# Another Pitt baby.



## Shimmer (Feb 23, 2008)

Faded Youth Blog » Blog Archive » CHECK OUT THAT BUMP!!


I have to admit, they are MASTERS of media manipulation.


----------



## SparklingWaves (Feb 23, 2008)

I have lost count.  How many kids will this make with the adopted children?


----------



## noahlowryfan (Feb 23, 2008)

rumors has it that they are having twins. if they are, then its 6. if not, then 5.


----------



## Shimmer (Feb 23, 2008)

Major props to her MA too. Not over the top but letting that bone structure do the work.


----------



## Mo6ius (Feb 23, 2008)

They're really a sexy couple!

Angie's so beautiful. She's glowing. Her man's hot, too.


----------



## gigglegirl (Feb 23, 2008)

Honestly, I like when a few of these stars don't come out to the media and say "I'm pregnant" like some of them when they make a big song and dance. Like with Jennifer Lopez, there were rumors for years and years, always denied, she even denied during her current pregnancy, then didn't address it til she announced it publicly during her tour (correct me if I'm wrong). And didn't state that it was twins either. 

And I've only heard speculation, but not actual "from the horses mouth" for either Brad or Angelina to the media. 

I think its sad how kinda crazy the whole hollywood thing has become and I like when they keep it private (as much as they can for as long as possible).

They sure have had their family grow so fast, its mind boggling!!


----------



## Shimmer (Feb 24, 2008)

yeah but this particular 'unveiling' was quite well timed, hidden up to this point.


----------



## GlamYOURUs (Feb 24, 2008)

Nearly all of them are having twins. lol


----------



## MACATTAK (Feb 24, 2008)

I heard she was having twins too...she's gorgeous!


----------



## AppleDiva (Feb 24, 2008)

I hope they can keep their relationship intact.  Those kids will be scarred if they do not.


----------



## pumpkincat210 (Feb 24, 2008)

I have 3 kids under 5 and it is extremely difficult to watch them all and care for them.  I wonder how much the Jolie-Pitts actually see their kids and spend quality time with them other than the pictures we see in the press.  How much are they stuck with the nanny considering both parents film movies all the time and don't ever seem to take breaks.


----------



## lipshock (Feb 24, 2008)

God, I freaking love this woman.  So gorgeous!  She's glowing!
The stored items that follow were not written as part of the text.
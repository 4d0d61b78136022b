import { type AirDensityInput, airDensity } from './air-density';
import { REFERENCE_WEIGHT_DENSITY_KG_PER_M3 } from './buoyancy';
import { type Decimal, type DecimalInput, dec } from './decimal';
import { MetrologyInputError, type MetrologyWarning } from './errors';
import { DEFAULT_REFERENCE_TEMPERATURE_C, type ReplicateReadings, replicateVolume } from './gravimetric';
import { resolveExpansionCoefficient } from './materials';
import { type GrubbsResult, grubbsTest, mean, sampleStandardDeviation } from './statistics';
import { type LabOverride, type VerdictResult, verdict } from './tolerances';
import { type CoverageOptions } from './uncertainty';
import { type VolumeStandardUncertainties, type VolumeUncertaintyResult, evaluateVolumeUncertainty } from './volume-uncertainty';
import { waterDensity } from './water-density';

/**
 * One calibration point of a gravimetric calibration (ISO 4787; ISO 8655-6 for
 * piston pipettes): replicate volumes at the reference temperature, mean,
 * standard deviation, CV, systematic error, Grubbs' report and the cg-19
 * uncertainty budget. It never drops a replicate: an outlier is reported, and
 * a person decides. The acceptance verdict is given only when limits are passed.
 */
export interface GravimetricReplicateInput {
  readonly readings: ReplicateReadings;
  readonly waterTemperatureC: DecimalInput;
}

/** Either a known air density or the conditions to compute it (CIPM-2007 by default). */
export type AirInput = { readonly airDensityKgPerM3: DecimalInput } | { readonly conditions: AirDensityInput };

export interface AcceptanceLimits {
  /** ± limit on the systematic error, mL, or null when none is known. */
  readonly limitMl: DecimalInput | null;
  readonly randomLimitMl?: DecimalInput | null;
  readonly labOverride?: LabOverride;
}

export interface GravimetricPointInput {
  readonly nominalVolumeMl: DecimalInput;
  readonly replicates: readonly GravimetricReplicateInput[];
  readonly air: AirInput;
  /** Default 8000 kg/m³ (OIML R 111-1 convention). */
  readonly weightDensityKgPerM3?: DecimalInput;
  /** A material id from the materials table, or the coefficient itself (exactly one). */
  readonly material?: string;
  readonly expansionCoefficientPerK?: DecimalInput;
  /** Default 20 °C. */
  readonly referenceTemperatureC?: DecimalInput;
  /** Water left standing in air: apply Tanaka's air-saturation correction. Default false. */
  readonly waterAirSaturated?: boolean;
  readonly uncertainties: VolumeStandardUncertainties;
  readonly coverage?: CoverageOptions;
  /** Significance level of Grubbs' test; default 0.05. */
  readonly grubbsAlpha?: DecimalInput;
  readonly acceptance?: AcceptanceLimits;
}

export interface ReplicateResult {
  readonly netMassG: Decimal;
  readonly waterTemperatureC: Decimal;
  readonly waterDensityKgPerM3: Decimal;
  readonly zMlPerG: Decimal;
  readonly volumeMl: Decimal;
}

export interface GravimetricPointResult {
  readonly replicates: readonly ReplicateResult[];
  readonly airDensityKgPerM3: Decimal;
  readonly expansionCoefficientPerK: Decimal;
  readonly expansionCoefficientSource: string;
  /** Mean of the replicate volumes: the calibrated volume. */
  readonly meanVolumeMl: Decimal;
  readonly standardDeviationMl: Decimal;
  readonly cvPercent: Decimal;
  /** mean − nominal. */
  readonly systematicErrorMl: Decimal;
  readonly systematicErrorPercent: Decimal;
  readonly grubbs: GrubbsResult;
  readonly uncertainty: VolumeUncertaintyResult;
  readonly verdict: VerdictResult | null;
  readonly warnings: readonly MetrologyWarning[];
}

export function evaluateGravimetricPoint(input: GravimetricPointInput): GravimetricPointResult {
  if (input.replicates.length < 2) throw new MetrologyInputError('replicates', 'needs at least 2 replicates');
  const nominal = dec(input.nominalVolumeMl, 'nominalVolumeMl');
  if (nominal.lte(0)) throw new MetrologyInputError('nominalVolumeMl', 'must be greater than 0');
  const warnings: MetrologyWarning[] = [];
  const air = resolveAir(input.air, warnings);
  const gamma = resolveExpansionCoefficient({ material: input.material, expansionCoefficientPerK: input.expansionCoefficientPerK });
  const referenceTemperatureC =
    input.referenceTemperatureC === undefined ? DEFAULT_REFERENCE_TEMPERATURE_C : dec(input.referenceTemperatureC, 'referenceTemperatureC');
  const weightDensity =
    input.weightDensityKgPerM3 === undefined ? REFERENCE_WEIGHT_DENSITY_KG_PER_M3 : dec(input.weightDensityKgPerM3, 'weightDensityKgPerM3');
  const airSaturated = input.waterAirSaturated ?? false;
  // Replicates share few distinct temperatures: compute each density once per call.
  const densities = new Map<string, ReturnType<typeof waterDensity>>();
  const rhoW = (t: DecimalInput) => {
    const key = String(t);
    let w = densities.get(key);
    if (!w) {
      w = waterDensity({ temperatureC: t, airSaturated });
      densities.set(key, w);
    }
    return w;
  };

  const replicates = input.replicates.map((r, i): ReplicateResult => {
    const w = rhoW(r.waterTemperatureC);
    const result = replicateVolume({
      readings: r.readings,
      waterTemperatureC: r.waterTemperatureC,
      waterDensityKgPerM3: w.densityKgPerM3,
      airDensityKgPerM3: air,
      weightDensityKgPerM3: weightDensity,
      expansionCoefficientPerK: gamma.expansionCoefficientPerK,
      referenceTemperatureC,
    });
    warnings.push(
      ...[...w.warnings, ...result.warnings].map((x) => ({ ...x, field: `replicates[${i}].${x.field ?? 'waterTemperatureC'}` })),
    );
    return {
      netMassG: result.netMassG,
      waterTemperatureC: result.modelInputs.waterTemperatureC,
      waterDensityKgPerM3: result.modelInputs.waterDensityKgPerM3,
      zMlPerG: result.zMlPerG,
      volumeMl: result.volumeMl,
    };
  });

  const volumes = replicates.map((r) => r.volumeMl);
  // Mean and standard deviation once, for every figure derived from them.
  const meanVolume = mean(volumes);
  const s = sampleStandardDeviation(volumes);
  const meanTemperature = mean(replicates.map((r) => r.waterTemperatureC));
  const uncertainty = evaluateVolumeUncertainty({
    model: {
      netMassG: mean(replicates.map((r) => r.netMassG)),
      waterTemperatureC: meanTemperature,
      waterDensityKgPerM3: rhoW(meanTemperature).densityKgPerM3,
      airDensityKgPerM3: air,
      weightDensityKgPerM3: weightDensity,
      expansionCoefficientPerK: gamma.expansionCoefficientPerK,
      referenceTemperatureC,
    },
    waterDensityAtC: (t) => rhoW(t).densityKgPerM3,
    replicateVolumesMl: volumes,
    replicateStandardDeviationMl: s,
    uncertainties: input.uncertainties,
    ...(input.coverage ? { coverage: input.coverage } : {}),
  });
  const defaults = uncertainty.budget.rows.filter((r) => r.note?.startsWith('default'));
  if (defaults.length > 0) {
    warnings.push({
      code: 'uncertainty-default-used',
      field: 'uncertainties',
      message: `default standard uncertainties used for: ${defaults.map((r) => r.quantity).join(', ')}`,
    });
  }

  const known = { mean: meanVolume, standardDeviation: s };
  const grubbs = grubbsTest(volumes, input.grubbsAlpha === undefined ? { known } : { alpha: input.grubbsAlpha, known });
  if (grubbs.applicable && grubbs.outlier) {
    warnings.push({
      code: 'grubbs-outlier',
      field: `replicates[${grubbs.suspectIndex}]`,
      message: `replicate ${grubbs.suspectIndex + 1} (${grubbs.suspectValue.toSignificantDigits(8).toString()} mL) is an outlier by Grubbs' test (G = ${grubbs.g.toSignificantDigits(4).toString()} > ${grubbs.gCritical.toSignificantDigits(4).toString()}); it is kept, a person decides`,
    });
  }
  if (volumes.length < 3) {
    warnings.push({ code: 'few-replicates', field: 'replicates', message: 'fewer than 3 replicates: repeatability is poorly known' });
  }

  const sysError = meanVolume.minus(nominal);
  const sys = { mean: meanVolume, error: sysError, errorPercent: sysError.div(nominal).times(100) };
  const a = input.acceptance;
  return {
    replicates,
    airDensityKgPerM3: air,
    expansionCoefficientPerK: gamma.expansionCoefficientPerK,
    expansionCoefficientSource: gamma.source,
    meanVolumeMl: sys.mean,
    standardDeviationMl: s,
    cvPercent: s.div(meanVolume).times(100),
    systematicErrorMl: sys.error,
    systematicErrorPercent: sys.errorPercent,
    grubbs,
    uncertainty,
    verdict: a
      ? verdict({
          errorMl: sys.error,
          limitMl: a.limitMl,
          randomErrorMl: s,
          ...(a.randomLimitMl !== undefined ? { randomLimitMl: a.randomLimitMl } : {}),
          ...(a.labOverride ? { labOverride: a.labOverride } : {}),
        })
      : null,
    warnings,
  };
}

function resolveAir(air: AirInput, warnings: MetrologyWarning[]): Decimal {
  if ('airDensityKgPerM3' in air) {
    const rho = dec(air.airDensityKgPerM3, 'air.airDensityKgPerM3');
    if (rho.isNegative()) throw new MetrologyInputError('air.airDensityKgPerM3', 'must not be negative');
    return rho;
  }
  const result = airDensity(air.conditions);
  warnings.push(...result.warnings.map((w) => ({ ...w, field: `air.conditions.${w.field ?? ''}` })));
  return result.densityKgPerM3;
}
Brad looks like he's a seventies throwback.  Me no likey,


----------



## MadchenRogue (Feb 24, 2008)

I hate to say this, but I see that some Hollywood couples are having kids because that's what's "IN". I saw on an interview that Gwen S. wanted a baby because EVERYONE was having a baby. I mean COME ON. A child is forever IT IS NOT an ACCESSORY. Some of these people only think for themselves.


----------



## nunu (Feb 24, 2008)

Quote:

   Originally Posted by *GlamYOURUs* 

 
_Nearly all of them are having twins. lol_

 
maybe it's the new hollywood thing, lol.


----------



## gigglegirl (Feb 24, 2008)

I wonder if Gwen just got the baby itch again, like when all your friends are having kids, or are about to, I know I've started to think---yeah I'd like that. 

I know of at least one person who waited to try to get pregnant til her friend got pregnant so they could be pregnant at the same time (lifelong friends and all, I found it kinda weird, but to each her own)


----------



## CantAffordMAC (Feb 24, 2008)

^ Me and my friend were pregnant at the same time until I had an abortion 
	

	
	
		
		

		
		
	


	




 It would have been kind of fun to be pregnant at the same time, and have our babies close in age. 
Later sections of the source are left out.